Namespace NumSharp.Backends.Kernels

Classes

ILKernelGenerator: Binary operations (same-type) - contiguous kernels and generic helpers.

ReductionOpExtensions: Extension methods for ReductionOp.

ReductionTypeExtensions: Extension methods for NPTypeCode related to reductions.

High-performance SIMD matrix multiplication with cache blocking and panel packing. Single-threaded implementation achieving ~20 GFLOPS on modern CPUs.

Key optimizations:

GEBP (General Block Panel) algorithm with cache blocking
Full panel packing: A as [kc][MR] panels, B as [kc][NR] panels
8x16 micro-kernel with 16 Vector256 accumulators
FMA (Fused Multiply-Add) for 2x FLOP throughput
4x k-loop unrolling for instruction-level parallelism

StrideDetector: Stride-based pattern detection for selecting optimal SIMD execution paths. All methods are aggressively inlined for minimal dispatch overhead.

Structs

AxisReductionKernelKey: Cache key for axis reduction kernels. Reduces along a specific axis, producing an array with one fewer dimension.

BinaryScalarKernelKey: Cache key for binary scalar operation kernels. Identifies a unique kernel by LHS type, RHS type, result type, and operation.

ComparisonKernelKey: Cache key for comparison operation kernels. Identifies a unique kernel by LHS type, RHS type, operation, and execution path. Result type is always bool (NPTypeCode.Boolean).

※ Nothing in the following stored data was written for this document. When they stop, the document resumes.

static void print_report(const tram_check_result *res, const tram_records *r,
                         const tram_check_options *co, const char *calib)
{
    const char *u = tram_unit_length_name(res->length_unit);
    int tol_noise = has_diag(res, "tolerance-below-noise");
    printf("tram check: %s, %zu station(s) from %s against %s\n\n", tram_setup_name(res->setup),
           res->n, r->source, calib);
    printf("VERDICT: %s\n  %s\n\n", tram_verdict_name(res->verdict),
           tol_noise ? "NOT DECIDED: nothing changed beyond the stations' noise, but the "
                       "tolerance is tighter than that noise, so this check cannot confirm it "
                       "(see the warning). Do not rely on the tolerance until a check passes."
                     : advice(res->verdict));
    printf("station deviations from the stored calibration\n  %-16s %12s %12s\n", "station",
           "rotation deg", u);
    for (size_t i = 0; i < res->n; i++)
        printf("  %-16s %12.4f %12.4f%s\n", r->stations[i].id, res->stations[i].rot_deg,
               res->stations[i].trans, res->stations[i].disagrees ? "   disagrees" : "");
    printf("\n");
    print_changes(res, tol_noise, u);
    print_test(res, co, u);
    printf("stations' orientations differ by up to %.1f deg\n", res->orientation_spread_deg);
    for (size_t i = 0; i < res->ndiag; i++)
        printf("[%s] %s: %s\n", res->diag[i].severity ? "WARNING" : "note", res->diag[i].code,
               res->diag[i].message);
    printf("\n%s", cli_safety_text);
}

/* Append the check to the history file; CLI_EXIT_OK or the exit status. */
static int append_history(const char *history, const char *given, const tram_check_result *res,
                          const tram_records *r)
{
    char stamp[40], *line = NULL;
    time_t now = time(NULL);
    struct tm tmv;
    gmtime_r(&now, &tmv);
    strftime(stamp, sizeof stamp, "%Y-%m-%dT%H:%M:%SZ", &tmv);
    if (given) snprintf(stamp, sizeof stamp, "%s", given);
    tram_error err;
    tram_error_clear(&err);
    int rc = CLI_EXIT_OK;
    if (tram_check_result_to_json(res, r, 1, stamp, &line, &err) != TRAM_OK ||
        tram_file_append_line(history, line, &err) != TRAM_OK) {
        cli_report(&err);
        rc = CLI_EXIT_USAGE;
    }
    free(line);
    return rc;
}

/* Print the result (JSON or text) and map the verdict to the exit status. */
static int report(const check_args *a, const tram_check_result *res, const tram_records *r,
                  const tram_check_options *co)
{
    if (a->history && append_history(a->history, a->stamp, res, r) != CLI_EXIT_OK) return CLI_EXIT_USAGE;
    if (a->json) {
        char *text = NULL;
        tram_error err;
        tram_error_clear(&err);
        if (tram_check_result_to_json(res, r, 0, NULL, &text, &err) != TRAM_OK) {
            cli_report(&err);
            free(text);
            return CLI_EXIT_USAGE;
        }
        fputs(text, stdout);
        free(text);
    } else {
        print_report(res, r, co, a->calib);
    }
    switch (res->verdict) {
    case TRAM_VERDICT_OK: return CLI_EXIT_OK;
    case TRAM_VERDICT_INCONCLUSIVE: return CLI_EXIT_UNDETERMINED;
    default: return CLI_EXIT_VERDICT;
    }
}

int cli_check(int argc, char **argv)
{
    check_args a;
    int rc = parse_args(argc, argv, &a);
    if (rc != CLI_EXIT_OK) return rc;
    const char *inputs[] = {a.file, a.calib, a.chain, a.tool};
    if (cli_check_outputs("check", inputs, 4, a.history, "--history", NULL) != CLI_EXIT_OK)
        return CLI_EXIT_USAGE;
    tram_error err;
    tram_error_clear(&err);
    tram_calibration *cal = NULL;
    tram_records *r = NULL;
    tram_check_result *res = NULL;
    tram_check_options co;
    if (tram_calibration_read_file(a.calib, &cal, &err) != TRAM_OK) {
        cli_report(&err);
        return CLI_EXIT_USAGE;
    }
    rc = check_options(&a, cal, &co);
    if (rc == CLI_EXIT_OK && tram_records_read_file(a.file, &a.ro, &r, &err) != TRAM_OK) {
        cli_report(&err);
        rc = CLI_EXIT_USAGE;
    }
    if (rc == CLI_EXIT_OK) {
        cli_records_warnings(r);
        rc = cli_apply_chain(a.chain, r) != CLI_EXIT_OK || cli_apply_tool(a.tool, r) != CLI_EXIT_OK
                 ? CLI_EXIT_USAGE
                 : CLI_EXIT_OK;
    }
    if (rc == CLI_EXIT_OK && tram_check(cal, r, &co, &res, &err) != TRAM_OK) {
        cli_report(&err);
        rc = CLI_EXIT_USAGE;
    }
    if (rc == CLI_EXIT_OK) rc = report(&a, res, r, &co);
    tram_check_result_destroy(res);
    tram_records_destroy(r);
    tram_calibration_destroy(cal);
    return rc;
}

ComparisonScalarKernelKey: Cache key for comparison scalar operation kernels. Identifies a unique kernel by LHS type, RHS type, and comparison operation. Result type is always bool.

CumulativeAxisKernelKey: Cache key for cumulative axis reduction kernels (cumsum along axis, etc.). Output has same shape as input, cumulative accumulation along specified axis.

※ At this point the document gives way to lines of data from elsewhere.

static int parse(int argc, char **argv, args *a)
{
    memset(a, 0, sizeof *a);
    tram_intrinsics_options_init(&a->opt);
    int bad = 0;
    const char *v;
    for (int i = 1; i < argc; i++) {
        if (cli_take(argc, argv, &i, "--board", &a->board, &bad)) {
        } else if (cli_take(argc, argv, &i, "--model", &a->model, &bad)) {
        } else if (cli_take(argc, argv, &i, "-o", &a->out, &bad)) {
        } else if (cli_take(argc, argv, &i, "--plot", &a->plot, &bad)) {
        } else if (cli_take(argc, argv, &i, "--distortion", &v, &bad)) {
            if (bad) break;
            int d = tram_distortion_parse(v);
            if (d < 0)
                return cli_usage_error("intrinsics", "--distortion '%s': expected none, radial2, radial3 or full", v);
            a->opt.distortion = (tram_distortion)d;
        } else if (cli_flag(argv, i, "--free-skew")) {
            a->opt.free_skew = 1;
        } else if (cli_flag(argv, i, "--no-robust")) {
            a->opt.robust = 0;
        } else if (cli_flag(argv, i, "--json")) {
            a->json = 1;
        } else if (cli_flag(argv, i, "--force")) {
            a->force = 1;
        } else if (argv[i][0] == '-' && argv[i][1] != '\0') {
            return cli_usage_error("intrinsics", "unknown option '%s' (see 'tram help intrinsics')", argv[i]);
        } else if (a->obs) {
            return cli_usage_error("intrinsics", "one observation file expected, also got '%s'", argv[i]);
        } else {
            a->obs = argv[i];
        }
        if (bad) break;
    }
    if (bad) return CLI_EXIT_USAGE;
    if (!a->board == !a->model)
        return cli_usage_error("intrinsics", "give the target with exactly one of --board FILE and --model FILE");
    if (!a->obs) return cli_usage_error("intrinsics", "the observation file OBS.csv is required");
    struct stat sb;
    if (a->out && !a->force && stat(a->out, &sb) == 0) {
        fprintf(stderr, "%s: error: already exists; not overwritten (pass --force to replace it)\n", a->out);
        return CLI_EXIT_USAGE;
    }
    return CLI_EXIT_OK;
}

CumulativeKernelKey: Cache key for cumulative reduction kernels (cumsum, etc.). Output has same shape as input, each element is accumulation of elements before it.

ElementReductionKernelKey: Cache key for element-wise (full array) reduction kernels. Reduces all elements to a single scalar value.

IndexCollector: A growable buffer for collecting long indices, backed by NDArray storage. Replaces LongIndexBuffer - uses NumSharp's existing unmanaged memory infrastructure.

MixedTypeKernelKey: Cache key for mixed-type binary operation kernels. Identifies a unique kernel by LHS type, RHS type, result type, operation, and execution path.

UnaryKernelKey: Cache key for unary operation kernels. Identifies a unique kernel by input type, output type, operation, and whether contiguous.

UnaryScalarKernelKey: Cache key for unary scalar operation kernels. Identifies a unique kernel by input type, output type, and operation.

Enums

BinaryOp: Binary operations supported by kernel providers.

ComparisonOp: Comparison operations supported by kernel providers. All comparison operations return bool (NPTypeCode.Boolean).

ExecutionPath: Execution paths for binary operations, selected based on stride analysis.

ReductionOp: Reduction operations supported by kernel providers.

UnaryOp: Unary operations supported by kernel providers.

Delegates

AxisReductionKernel: Delegate for axis reduction kernels. Reduces along a specific axis, writing to output array.

ComparisonKernel: Comparison operation kernel signature using void pointers. LHS and RHS may have different types, but result is always bool. Type conversion is handled internally by the generated IL.

ContiguousKernel<T>: Delegate for contiguous (SimdFull) binary operations. Simplified signature - no strides needed since both arrays are contiguous.

CumulativeAxisKernel: Delegate for cumulative axis reduction kernels. Computes running accumulation along a specific axis.

CumulativeKernel: Delegate for cumulative reduction kernels (cumsum, etc.). Output has same shape as input.

ElementReductionKernel: Delegate for element-wise reduction kernels. Reduces all elements of an array to a single value.

ILKernelGenerator.ShiftArrayKernel<T>: Delegate for shift operation with per-element shift amounts. This is the scalar loop path for element-wise shifts.

ILKernelGenerator.ShiftScalarKernel<T>: Delegate for shift operation with scalar shift amount. This is the SIMD-optimized path for uniform shifts.

MatMul2DKernel<T>: Kernel delegate for 2D matrix multiplication: C = A * B A is [M x K], B is [K x N], C is [M x N] All matrices are row-major contiguous.

MixedTypeKernel: Mixed-type binary operation kernel signature using void pointers. Handles operations where LHS, RHS, and result may have different types. Type conversion is handled internally by the generated IL.

TypedElementReductionKernel<TResult>: Delegate for typed element-wise reduction kernels. Returns the reduced value directly without boxing.

UnaryKernel: Unary operation kernel signature using void pointers. Handles operations where input and output may have different types. Type conversion is handled internally by the generated IL.

WhereKernel<T>: Delegate for where operation kernels.